今回の研究では、抗菌銀ドレッシング間の銀技術の違いと、この技術が創傷環境および感染とは無関係の治癒に及ぼす影響を明らかにしました。しかし、これらの結果は、Ag1+ + EDTA/BCドレッシングがウサギの耳の損傷の治癒パラメータをin vivoで改善したことを示す以前の研究とは異なります。ただし、これは動物モデル、測定時間、および細菌適用方法の違いによる可能性があります29。この場合、ドレッシングの有効成分がより長い期間バイオフィルムに作用できるように、損傷後12日目に創傷測定を行いました。これは、Ag1+ + EDTA/BCで治療した臨床的に感染した脚の潰瘍が、治療開始1週間後に最初にサイズが大きくなり、その後、Ag1+ + EDTA/BCによる次の3週間の治療と、非抗菌薬の使用後4週間以内にサイズが小さくなったことを示した研究によって裏付けられています。CMCドレッシングは潰瘍のサイズを小さくします30。
銀の特定の形態と濃度は、これまでin vitroで細胞毒性を示すことが示されてきたが11、これらのin vitroの結果は必ずしもin vivoでの有害作用に結びつくわけではない。さらに、銀技術の進歩と、ドレッシング中の銀化合物と濃度に関する理解の深化により、多くの安全で効果的な銀ドレッシングが開発されてきた。しかし、銀ドレッシング技術が進歩するにつれて、これらのドレッシングが創傷環境に及ぼす影響を理解することが重要である31,32,33。再上皮化率の増加は、炎症促進性M1表現型と比較して抗炎症性M2マクロファージの割合の増加に対応することが以前に報告されている。これは、銀ハイドロゲル創傷ドレッシングをスルファジアジン銀および非抗菌性ハイドロゲルと比較した以前のマウスモデルで観察された34。

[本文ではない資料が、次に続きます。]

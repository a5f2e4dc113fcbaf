"""Backups of a data dir while the service runs, and their restore (``burstlens backup`` and
``burstlens restore``; deploy/README.md, "Backups").

A backup is a folder holding:

- ``burstlens.sqlite3``: the store, copied with SQLite's online backup API
  (:meth:`sqlite3.Connection.backup`) while one read transaction is held on the source, so
  every page comes from the same committed state even when the copy takes several steps and the
  service commits meanwhile (SQLite documentation, "Using the SQLite Online Backup API" and
  "Write-Ahead Logging": a reader in WAL mode sees the database as of its transaction's start);
- the blobs that copy names, under the same relative paths as in the data dir (the store keeps
  blob paths relative to the data dir, ``Store.path`` / ``Store.relative``): each corpus's
  folder, each job's result folder, a transform's Zarr store ``blobs/results/<job>/store.zarr``
  (also while it is being written) and each job's checkpoint;
- ``manifest.json`` (:data:`MANIFEST`): the schema version, the burstlens version, the UTC time,
  counts, and the size and sha256 of every other file. A restore verifies it first.

Blobs are written (temp file, fsync, rename) before the store names them, so every blob the
copied store names was complete when the store was copied. What can change after the snapshot
is handled here: a checkpoint replaced by a newer one (and deleted) is left out, and the job
starts over after a restore, as the worker does with any unusable checkpoint (the manifest
lists these jobs); a corpus deleted meanwhile is dropped from the copy, as if deleted just
before the snapshot.
A transform's Zarr store is copied metadata first: its chunk markers (``complete_until``) are
updated only after the chunks they count are written, so the copy never counts a chunk it lacks.

Both operations are atomic towards a kill -9: the result is built in a sibling folder named
``.burstlens-incomplete-backup.<name>.<random>`` (or ``-restore``), fsynced, and renamed into
place only when complete. A leftover one is never a backup; the next run in the same folder
removes it, unless another run is building in that folder at the time (``fcntl.flock`` on
the folder's ``.burstlens-backup-restore.lock``, which the kernel releases when its holder dies).

A restore never deletes a data dir: the existing one is renamed aside to
``<data dir>.before-restore-<UTC stamp>``. It refuses a data dir that a process holds open
(:func:`held_by_a_process`).
"""
from __future__ import annotations

import datetime as _dt
import fcntl
import hashlib
import json
import os
import shutil
import sqlite3
import uuid
from collections.abc import Callable
from dataclasses import dataclass
from pathlib import Path, PurePosixPath

from burstlens.search import __version__
from burstlens.service.store import ACTIVE_STATES, SCHEMA_VERSION, fsync_dir

STORE_FILE = "burstlens.sqlite3"
MANIFEST = "manifest.json"
FORMAT = "burstlens backup"
FORMAT_VERSION = 1
INCOMPLETE_PREFIX = ".burstlens-incomplete-"
FOLDER_LOCK = ".burstlens-backup-restore.lock"
_CHUNK = 1 << 20          # bytes per read when copying and hashing
_STORE_PAGES = 256        # SQLite pages copied per backup step (the progress bar moves between)

# (stage, done, total) after each step of work: "store" counts SQLite pages, the others bytes
Progress = Callable[[str, int, int], None]
# Called with the name of each step reached (see STEPS); tests set it to stop a run there
step_hook: Callable[[str], None] | None = None
STEPS = ("store-step", "store-copied", "blob-copied", "manifest-written", "before-rename",
         "renamed", "restore-copied", "data-dir-aside")


class BackupError(ValueError):
    """Bad input to a backup or a restore: the message names the path and the cause."""


@dataclass(frozen=True)
class BackupResult:
    """A finished backup: its folder, the store's schema version, and the manifest's counts
    (``tokens``, ``corpora``, ``jobs``, ``jobs_by_state``, ``files``, ``bytes``, and what was
    dropped because it changed after the snapshot: ``dropped_checkpoints``, ``dropped_corpora``)."""
    path: Path
    schema_version: int
    counts: dict


@dataclass(frozen=True)
class RestoreResult:
    """A finished restore: the data dir, where the previous one was kept (None if there was
    none), and the backup's manifest."""
    data_dir: Path
    kept_aside: Path | None
    manifest: dict


def _reached(step: str) -> None:
    if step_hook is not None:
        step_hook(step)


def _utc_stamp(compact: bool = True) -> str:
    """Now in UTC, ISO 8601: basic format (for file names) or extended (for the manifest)."""
    return _dt.datetime.now(_dt.UTC).strftime("%Y%m%dT%H%M%SZ" if compact else "%Y-%m-%dT%H:%M:%SZ")


# -- the folder being built ----------------------------------------------------------------------
class _Building:
    """A sibling temp folder ``.burstlens-incomplete-<kind>.<name>.<random>`` of ``final``,
    removed on any failure.

    Every run building one in a folder holds a shared ``flock`` on that folder's
    :data:`FOLDER_LOCK` file while it does; leftovers are removed only under the exclusive lock,
    so never while another run builds, and the kernel drops a killed run's lock."""

    def __init__(self, final: Path, kind: str):
        self.final = final
        self.parent = final.parent
        self.path = self.parent / f"{INCOMPLETE_PREFIX}{kind}.{final.name}.{uuid.uuid4().hex[:12]}"
        self.lock_fd: int | None = None

    def __enter__(self) -> _Building:
        self.parent.mkdir(parents=True, exist_ok=True)
        self.lock_fd = os.open(self.parent / FOLDER_LOCK, os.O_CREAT | os.O_RDWR, 0o600)
        try:
            fcntl.flock(self.lock_fd, fcntl.LOCK_EX | fcntl.LOCK_NB)
            _remove_leftovers(self.parent)
        except BlockingIOError:
            pass  # another run is building here: leave the cleaning to a later run
        # (turning the lock shared lets others in; nothing of ours exists yet to be removed)
        fcntl.flock(self.lock_fd, fcntl.LOCK_SH)
        self.path.mkdir()
        return self

    def __exit__(self, exc_type, exc, tb) -> None:
        if exc_type is not None:
            shutil.rmtree(self.path, ignore_errors=True)
        os.close(self.lock_fd)


def _remove_leftovers(folder: Path) -> None:
    """Remove the temp folders that killed runs left in ``folder`` (caller holds the lock)."""
    for entry in folder.glob(INCOMPLETE_PREFIX + "*"):
        shutil.rmtree(entry, ignore_errors=True)


def _fsync_tree(root: Path) -> None:
    """fsync every folder under ``root`` (files are fsynced as they are written), deepest first,
    so every entry is durable before the rename that publishes ``root``."""
    folders = [Path(d) for d, _dirs, _files in os.walk(root)]
    for folder in sorted(folders, key=lambda p: len(p.parts), reverse=True):
        fsync_dir(folder)


def _copy_file(source: Path, target: Path) -> tuple[str, int]:
    """Copy one file, fsync the copy; returns the sha256 (hex) and size of the bytes copied."""
    digest, size = hashlib.sha256(), 0
    target.parent.mkdir(parents=True, exist_ok=True)
    with open(source, "rb") as src, open(target, "xb") as dst:
        while chunk := src.read(_CHUNK):
            digest.update(chunk)
            dst.write(chunk)
            size += len(chunk)
        dst.flush()
        os.fsync(dst.fileno())
    shutil.copystat(source, target)
    return digest.hexdigest(), size


def _sha256(path: Path) -> tuple[str, int]:
    digest, size = hashlib.sha256(), 0
    with open(path, "rb") as fh:
        while chunk := fh.read(_CHUNK):
            digest.update(chunk)
            size += len(chunk)
    return digest.hexdigest(), size


def _inside(root: Path, stored: str, what: str) -> Path:
    """``root / stored`` for a blob path as the store keeps it; refuses one that leaves
    ``root`` (absolute, or with ``..``)."""
    rel = PurePosixPath(stored)
    if rel.is_absolute() or ".." in rel.parts or not rel.parts or rel.parts[0] != "blobs":
        raise BackupError(f"{root / STORE_FILE}: {what} names {stored!r}, not a path under "
                          f"blobs/ of the data dir")
    return root / rel


# -- backup --------------------------------------------------------------------------------------
def backup(data_dir: str | os.PathLike, dest: str | os.PathLike, *,
           progress: Progress | None = None) -> BackupResult:
    """Back up the data dir ``data_dir`` (the service may be running) into the new folder
    ``dest``. Raises :class:`BackupError` for bad input (no data dir, ``dest`` exists, a
    schema version other than this release's); an ``OSError`` (disk full…) leaves no ``dest``."""
    data_dir, dest = Path(data_dir).absolute(), Path(dest).absolute()
    db = data_dir / STORE_FILE
    if not db.is_file():
        raise BackupError(f"{data_dir}: not a burstlens data dir (no {STORE_FILE} in it)")
    if dest.exists() or dest.is_symlink():
        raise BackupError(f"{dest}: already exists; a backup goes to a new folder")
    if dest == data_dir or data_dir in dest.parents:
        raise BackupError(f"{dest}: inside the data dir {data_dir}; back up to another folder")
    report = progress or (lambda _stage, _done, _total: None)
    with _Building(dest, "backup") as building:
        copy = building.path / STORE_FILE
        version = _copy_store(db, copy, report)
        if version != SCHEMA_VERSION:
            raise BackupError(
                f"{data_dir} holds schema version {version}; this release backs up schema "
                f"version {SCHEMA_VERSION}: open it once with this release (any `burstlens "
                f"tokens list --data-dir {data_dir}` migrates an older one), or use the release "
                f"that wrote it")
        counts = _copy_blobs(data_dir, building.path, copy, report)
        files = _file_table(building.path)
        counts.update(files=len(files), bytes=sum(f["bytes"] for f in files.values()))
        manifest = {"format": FORMAT, "format_version": FORMAT_VERSION,
                    "schema_version": version, "burstlens_version": __version__,
                    "created_utc": _utc_stamp(compact=False), "data_dir": str(data_dir), "counts": counts,
                    "files": files}
        _write_json(building.path / MANIFEST, manifest)
        _reached("manifest-written")
        _fsync_tree(building.path)
        _reached("before-rename")
        os.rename(building.path, dest)   # fails if dest appeared meanwhile: never overwritten
        _reached("renamed")
        fsync_dir(dest.parent)
    return BackupResult(dest, version, counts)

慢性創傷では過剰な炎症が見られることがあり、好中球の過剰存在は創傷治癒に悪影響を及ぼすことが観察されている35。好中球を除去したマウスを用いた研究では、好中球の存在が再上皮化を遅らせた。好中球の過剰存在は、慢性創傷や治癒の遅い創傷に関連するスーパーオキシドや過酸化水素などのプロテアーゼや活性酸素種の高レベル化につながる37,38。同様に、マクロファージ数の増加が制御されない場合、創傷治癒の遅延につながる可能性がある39。この増加は、マクロファージが炎症促進表現型から治癒促進表現型に移行できない場合に特に重要であり、その結果、創傷は治癒の炎症期を抜け出せない40。銀含有ドレッシングを3日間使用した後、バイオフィルム感染創傷における好中球とマクロファージの減少が観察されたが、酸素含有塩ドレッシングでは減少がより顕著であった。この減少は、銀に対する免疫応答の直接的な結果、バイオバーデンの減少に対する反応、または創傷が治癒の後期段階にあり、創傷内の免疫細胞が減少していることによるものと考えられる。創傷内の炎症細胞数を減らすことで、創傷治癒に適した環境を維持できる可能性がある。銀オキシ塩が感染とは無関係な治癒を促進する作用機序は不明であるが、銀オキシ塩が酸素を生成し、炎症のメディエーターである有害なレベルの過酸化水素を破壊する能力がこれを説明する可能性があり、さらなる研究が必要である17。
慢性的に治癒しない感染創は、医師と患者双方にとって問題となっています。多くの創傷被覆材は抗菌効果を謳っていますが、創傷の微小環境に影響を与える他の重要な要因に焦点を当てた研究はほとんどありません。本研究では、異なる銀技術がそれぞれ異なる抗菌効果を持ち、さらに重要なことに、感染の有無に関わらず、創傷環境と治癒に異なる影響を与えることを明らかにしました。これらのin vitroおよびin vivo研究では、創傷感染の治療と治癒促進におけるこれらの被覆材の有効性が示されていますが、臨床現場におけるこれらの被覆材の有効性を評価するには、ランダム化比較試験が必要です。
本研究で使用および/または分析されたデータセットは、合理的な要請があれば、責任著者から入手可能です。